## THE TASK
From the listing below, copy only the lines running from the line that contains "assert_true(isnan(seed->otherwise));" to the line that contains "const char *const", both included.

## RECORDS PROVIDED
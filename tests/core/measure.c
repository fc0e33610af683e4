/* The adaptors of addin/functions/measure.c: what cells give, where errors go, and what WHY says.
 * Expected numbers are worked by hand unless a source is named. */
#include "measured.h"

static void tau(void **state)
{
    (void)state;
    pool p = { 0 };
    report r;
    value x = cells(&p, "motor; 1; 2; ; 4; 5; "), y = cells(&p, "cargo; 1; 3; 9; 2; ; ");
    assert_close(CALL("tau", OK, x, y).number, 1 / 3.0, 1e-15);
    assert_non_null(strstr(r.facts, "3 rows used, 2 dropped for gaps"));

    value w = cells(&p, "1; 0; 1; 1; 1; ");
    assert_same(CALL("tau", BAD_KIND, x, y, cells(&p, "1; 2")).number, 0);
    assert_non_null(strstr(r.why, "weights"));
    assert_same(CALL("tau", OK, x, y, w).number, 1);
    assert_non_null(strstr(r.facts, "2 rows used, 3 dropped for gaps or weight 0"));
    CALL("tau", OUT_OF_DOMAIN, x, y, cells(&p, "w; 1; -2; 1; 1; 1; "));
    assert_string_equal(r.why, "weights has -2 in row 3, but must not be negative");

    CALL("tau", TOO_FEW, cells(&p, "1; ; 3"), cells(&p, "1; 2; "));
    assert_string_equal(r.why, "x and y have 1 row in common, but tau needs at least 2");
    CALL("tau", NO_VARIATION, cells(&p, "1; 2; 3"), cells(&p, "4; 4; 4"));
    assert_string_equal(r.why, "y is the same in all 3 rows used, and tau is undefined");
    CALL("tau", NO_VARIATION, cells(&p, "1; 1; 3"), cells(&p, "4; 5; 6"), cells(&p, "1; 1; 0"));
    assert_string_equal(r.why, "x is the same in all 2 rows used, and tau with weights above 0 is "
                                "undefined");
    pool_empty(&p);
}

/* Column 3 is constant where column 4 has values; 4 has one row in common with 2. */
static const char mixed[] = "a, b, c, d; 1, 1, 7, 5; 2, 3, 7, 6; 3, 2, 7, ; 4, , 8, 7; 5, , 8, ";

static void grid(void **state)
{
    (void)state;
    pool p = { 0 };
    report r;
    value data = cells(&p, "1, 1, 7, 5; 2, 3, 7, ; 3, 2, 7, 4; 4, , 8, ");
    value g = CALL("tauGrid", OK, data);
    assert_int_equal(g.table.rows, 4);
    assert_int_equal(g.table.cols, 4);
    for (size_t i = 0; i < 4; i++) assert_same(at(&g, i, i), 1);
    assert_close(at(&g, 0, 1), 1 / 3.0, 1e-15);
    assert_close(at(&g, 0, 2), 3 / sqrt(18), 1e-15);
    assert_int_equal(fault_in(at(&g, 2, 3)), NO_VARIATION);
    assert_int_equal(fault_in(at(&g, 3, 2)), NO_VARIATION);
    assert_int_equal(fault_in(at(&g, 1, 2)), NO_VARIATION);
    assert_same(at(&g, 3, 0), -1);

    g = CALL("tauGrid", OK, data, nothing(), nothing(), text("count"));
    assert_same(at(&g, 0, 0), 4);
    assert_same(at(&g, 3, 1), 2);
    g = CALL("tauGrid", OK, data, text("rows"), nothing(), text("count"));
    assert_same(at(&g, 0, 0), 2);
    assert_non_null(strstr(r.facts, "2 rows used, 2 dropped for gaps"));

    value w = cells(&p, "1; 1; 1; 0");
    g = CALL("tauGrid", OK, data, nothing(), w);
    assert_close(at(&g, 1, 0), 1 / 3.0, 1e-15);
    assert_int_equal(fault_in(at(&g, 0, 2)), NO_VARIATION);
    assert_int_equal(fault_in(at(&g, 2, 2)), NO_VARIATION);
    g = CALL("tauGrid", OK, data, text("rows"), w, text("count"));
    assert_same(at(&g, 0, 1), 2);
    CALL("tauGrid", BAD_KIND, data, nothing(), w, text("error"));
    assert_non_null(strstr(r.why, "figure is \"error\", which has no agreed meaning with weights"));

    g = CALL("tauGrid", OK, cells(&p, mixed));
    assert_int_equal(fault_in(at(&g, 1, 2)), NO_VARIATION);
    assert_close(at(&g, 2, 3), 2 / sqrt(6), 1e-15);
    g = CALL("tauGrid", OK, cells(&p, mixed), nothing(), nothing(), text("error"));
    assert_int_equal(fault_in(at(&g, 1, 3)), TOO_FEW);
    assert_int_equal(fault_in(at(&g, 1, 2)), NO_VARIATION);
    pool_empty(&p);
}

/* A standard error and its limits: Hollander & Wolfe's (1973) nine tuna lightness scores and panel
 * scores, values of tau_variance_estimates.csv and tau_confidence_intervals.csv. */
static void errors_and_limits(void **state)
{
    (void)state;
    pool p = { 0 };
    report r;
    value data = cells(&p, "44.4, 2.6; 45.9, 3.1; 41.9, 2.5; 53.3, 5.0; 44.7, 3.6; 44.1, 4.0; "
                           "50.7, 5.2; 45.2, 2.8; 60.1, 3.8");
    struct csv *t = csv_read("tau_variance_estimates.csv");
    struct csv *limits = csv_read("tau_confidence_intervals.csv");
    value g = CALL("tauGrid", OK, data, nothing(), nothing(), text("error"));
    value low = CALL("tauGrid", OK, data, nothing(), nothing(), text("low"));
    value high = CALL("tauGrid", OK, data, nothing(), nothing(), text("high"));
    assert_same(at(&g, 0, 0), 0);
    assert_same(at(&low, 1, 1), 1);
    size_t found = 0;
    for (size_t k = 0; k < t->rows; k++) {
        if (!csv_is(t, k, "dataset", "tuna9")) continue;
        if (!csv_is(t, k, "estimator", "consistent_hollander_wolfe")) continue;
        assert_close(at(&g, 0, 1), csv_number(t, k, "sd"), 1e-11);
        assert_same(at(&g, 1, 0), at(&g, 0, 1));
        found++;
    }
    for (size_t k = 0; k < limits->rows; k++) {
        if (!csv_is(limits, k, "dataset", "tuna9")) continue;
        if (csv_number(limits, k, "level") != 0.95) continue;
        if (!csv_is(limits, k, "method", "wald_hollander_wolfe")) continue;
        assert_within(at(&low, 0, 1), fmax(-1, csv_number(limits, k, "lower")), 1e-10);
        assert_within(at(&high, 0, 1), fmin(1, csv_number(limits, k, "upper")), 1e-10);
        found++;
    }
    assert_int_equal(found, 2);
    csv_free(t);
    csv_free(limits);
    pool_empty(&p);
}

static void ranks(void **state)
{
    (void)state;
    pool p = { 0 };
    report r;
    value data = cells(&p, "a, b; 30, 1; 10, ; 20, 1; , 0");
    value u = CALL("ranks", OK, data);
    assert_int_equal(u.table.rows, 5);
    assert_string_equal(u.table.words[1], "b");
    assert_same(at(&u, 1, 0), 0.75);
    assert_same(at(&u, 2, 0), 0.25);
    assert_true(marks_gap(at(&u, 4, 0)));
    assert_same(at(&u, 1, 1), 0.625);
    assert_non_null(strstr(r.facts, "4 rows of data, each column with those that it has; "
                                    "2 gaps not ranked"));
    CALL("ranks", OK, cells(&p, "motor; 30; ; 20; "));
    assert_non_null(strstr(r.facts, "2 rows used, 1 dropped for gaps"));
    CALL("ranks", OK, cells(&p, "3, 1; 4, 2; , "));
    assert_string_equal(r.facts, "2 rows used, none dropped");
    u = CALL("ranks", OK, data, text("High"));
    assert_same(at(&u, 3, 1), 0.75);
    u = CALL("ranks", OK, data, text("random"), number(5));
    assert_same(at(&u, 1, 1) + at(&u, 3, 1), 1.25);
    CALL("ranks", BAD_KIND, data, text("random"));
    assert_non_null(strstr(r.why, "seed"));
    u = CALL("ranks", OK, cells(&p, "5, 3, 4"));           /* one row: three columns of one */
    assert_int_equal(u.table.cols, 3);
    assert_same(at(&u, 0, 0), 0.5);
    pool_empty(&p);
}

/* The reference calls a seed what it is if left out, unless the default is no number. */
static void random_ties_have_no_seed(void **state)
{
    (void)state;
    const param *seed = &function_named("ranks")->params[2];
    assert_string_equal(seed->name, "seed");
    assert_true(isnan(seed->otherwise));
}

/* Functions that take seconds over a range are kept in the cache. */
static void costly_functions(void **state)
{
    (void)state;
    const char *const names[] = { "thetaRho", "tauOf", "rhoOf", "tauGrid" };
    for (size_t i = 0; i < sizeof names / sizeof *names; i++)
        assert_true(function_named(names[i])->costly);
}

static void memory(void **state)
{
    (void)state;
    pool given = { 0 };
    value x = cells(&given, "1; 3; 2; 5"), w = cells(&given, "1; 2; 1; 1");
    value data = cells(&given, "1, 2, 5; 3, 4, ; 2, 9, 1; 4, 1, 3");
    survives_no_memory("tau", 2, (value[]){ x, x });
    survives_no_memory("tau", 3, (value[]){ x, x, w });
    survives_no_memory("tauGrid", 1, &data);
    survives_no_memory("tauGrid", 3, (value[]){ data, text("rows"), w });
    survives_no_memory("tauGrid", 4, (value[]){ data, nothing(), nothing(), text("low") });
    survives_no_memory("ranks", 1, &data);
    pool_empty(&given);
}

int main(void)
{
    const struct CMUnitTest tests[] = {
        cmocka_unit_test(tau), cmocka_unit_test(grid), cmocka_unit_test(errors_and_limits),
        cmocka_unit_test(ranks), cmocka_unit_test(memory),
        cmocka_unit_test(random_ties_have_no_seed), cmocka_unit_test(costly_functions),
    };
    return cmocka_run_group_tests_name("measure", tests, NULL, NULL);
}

## REPLY TO THE EXERCISE
    assert_true(isnan(seed->otherwise));
}

/* Functions that take seconds over a range are kept in the cache. */
static void costly_functions(void **state)
{
    (void)state;
    const char *const names[] = { "thetaRho", "tauOf", "rhoOf", "tauGrid" };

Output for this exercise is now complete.